Coal has become a dirty word in the clean tech industry, but a pair of local companies are hoping to change the dusty fuel’s public image.
Cambridge-based Great Point Energy Inc. and Marblehead-based Wormser Energy Solutions Inc. have drastically different approaches to making coal a cleaner, more efficient power source, but they agree that, with a reported 7,474 coal-fired power plants expected to be operating worldwide by 2012, coal, and the cleaning of coal-fired plants, present a substantial opportunity.
Wormser is the newer entrant to the effort. Founded in late 2007 by Alex Wormser, a former engineer at General Electric Co. and a career-long evangelist of new coal technologies, Wormser has developed a combination of existing technologies and processes for coal-fired plants that officials say can drastically improve the power output of plants while decreasing the output of CO2 and other noxious gases.
According to officials, the process, which is a “partial gasification” system, can yield 60 percent more power with the same amount of coal going in and the same amount of CO2 coming out by reducing the airflow and requiring significantly smaller equipment. And if the plant wants to — or is mandated to — reduce CO2 emissions, the process will still yield more power than just burning coal.
“It is a huge irony, but our theme has been ‘the solution to coal is coal,’” said Wormser. “Coal is the biggest source of CO2, but there is also a huge amount of (coal) capacity coming online, and if we don’t have a solution for coal now, we don’t have a solution for global warming.

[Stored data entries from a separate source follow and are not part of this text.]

import type { LogColumns } from "@/lib/analysis/log-columns";
import { parseLog, type ColumnMapping, type LogParseResult, type LogParserOptions } from "@/lib/analysis/log-import";
import { formatLogCsv, generateSyntheticLog, type CsvFormat, type SyntheticLogOptions } from "@/tests/support/synthetic-log";

const encoder = new TextEncoder();

export function encode(text: string): Uint8Array {
  return encoder.encode(text);
}

/** A small charge, rest, discharge log of an invented 3 000 mAh cell, with temperature. */
export function makeLog({ seed = 1, sampleIntervalS = 20 }: { seed?: number; sampleIntervalS?: number } = {}): LogColumns {
  const options: SyntheticLogOptions = {
    cell: { capacityMAh: 3000, seriesResistanceOhm: 0.03, initialSoc: 0.1 },
    steps: [
      { kind: "charge", currentA: 1.5, voltageV: 4.2, terminationCurrentA: 0.15 },
      { kind: "rest", durationS: 1800 },
      { kind: "discharge", currentA: 0.6, endVoltageV: 3.0 },
    ],
    seed,
    sampleIntervalS,
    temperature: { ambientC: 23, heatingCPerW: 3 },
  };
  const log = generateSyntheticLog(options);
  if (!log.ok) throw new Error(log.error.message);
  return log.value.columns;
}

export function formatCsv(columns: LogColumns, format: Partial<CsvFormat> = {}): string {
  const text = formatLogCsv(columns, format);
  if (!text.ok) throw new Error(text.error.message);
  return text.value;
}

/** The mapping that matches writeLogCsv's own headers for a format. */
export function mapFormat(format: Partial<CsvFormat> = {}, extra: Partial<ColumnMapping> = {}): ColumnMapping {
  const time = format.time ?? { unit: "s" };
  const voltageUnit = format.voltageUnit ?? "V";
  const currentUnit = format.currentUnit ?? "A";
  const columns = format.columns ?? ["time", "cyclerStep", "voltage", "current", "temperature"];
  return {
    time: time.unit === "iso" ? { form: "timestamp", column: "Timestamp" } : { form: "elapsed", column: `Time (${time.unit})`, unit: time.unit },
    voltage: { column: `Voltage (${voltageUnit})`, unit: voltageUnit },
    current: { column: `Current (${currentUnit})`, unit: currentUnit, dischargeSign: format.dischargeCurrent ?? "negative" },
    ...(columns.includes("temperature") ? { temperature: { column: "Temperature (°C)" } } : {}),
    ...(columns.includes("cyclerStep") ? { step: { column: "Step" } } : {}),
    delimiter: format.delimiter ?? ",",
    decimalSeparator: format.decimalSeparator ?? ".",
    headerLine: 1,
    ...extra,
  };
}

export const defaultMapping = mapFormat();

export function parseText(text: string, mapping: ColumnMapping = defaultMapping, options: Partial<LogParserOptions> = {}): LogParseResult {
  return parseLog({ mapping, chunks: [encode(text)], options: { maxBytes: 50 * 2 ** 20, ...options } });
}

/** A parse that must have failed: its error. */
export function expectError(result: LogParseResult) {
  if (result.ok) throw new Error(`expected a refusal, got ${result.rows} rows`);
  return result.error;
}

/** A parse that must have succeeded. */
export function expectParsed(result: LogParseResult) {
  if (!result.ok) throw new Error(`expected a log, got ${result.error.code}: ${result.error.message}`);
  return result;
}

/** Largest absolute difference between two columns of equal length. */
export function maxDifference(a: Float64Array, b: Float64Array): number {
  if (a.length !== b.length) return Number.POSITIVE_INFINITY;
  let worst = 0;
  for (let k = 0; k < a.length; k++) worst = Math.max(worst, Math.abs((a[k] as number) - (b[k] as number)));
  return worst;
}

/** Splits bytes at the given cut points (sorted, deduplicated, inside the array). */
export function splitAt(bytes: Uint8Array, cuts: readonly number[]): Uint8Array[] {
  const points = [...new Set(cuts.map((c) => Math.max(0, Math.min(bytes.length, c))))].sort((a, b) => a - b);
  const chunks: Uint8Array[] = [];
  let from = 0;
  for (const point of points) {
    chunks.push(bytes.subarray(from, point));
    from = point;
  }
  chunks.push(bytes.subarray(from));
  return chunks;
}

export const header = "Time (s),Step,Voltage (V),Current (A),Temperature (°C)";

Andrew Updegrove, a partner at Boston law firm Gesmer Updegrove LLP, has worked with Wormser for 20 years, including with Wormser’s previous consulting venture where he helped tackle the problem of sulfur production in coal-fired plants that contribute to acid rain. According to Updegrove, Wormser is a rare breed — a serial entrepreneur in the coal energy space, with an eye on stopping global warming.
Wormser Energy has won a positive response for its plans from governments and multi-national energy providers, according to CEO Wormser. In November, Wormser addressed the British Parliament on the virtues of clean coal, and the company has partnered with a “major player in the industry” to sponsor third-party testing on its system. It is also in the process of raising its first round of funding. So far, the firm has brought in $150,000 of an estimated $300,000 round from undisclosed individual and angel investors.
Great Point Energy, on the other hand, has been very active on the fundraising circuit, having brought in $140 million in funding since its inception in 2004.
Great Point Energy’s approach to coal is different. According to vice president of public affairs Sarah Webster, the company’s coal gasification process — which turns coal into methane — is “past” the clean coal debate.
“Clean coal is focused mostly on combustion technology, and we don’t ever burn coal, we use a catalytic process,” she said.
The two companies’ business approaches differ as well. Great Point Energy is focused on building plants to convert coal (or other carbon-based feedstocks) to methane gas. The company’s first plant, a $30 million pilot operation in Somerset called the Mayflower, is expected to be commissioned later this month, and go online in early 2009.
Wormser, on the other hand, is interested in selling his platform to existing coal plants, retrofitting them to operate cleaner and more efficiently.
Both, however, believe that coal needs to have a significant role in the clean energy movement.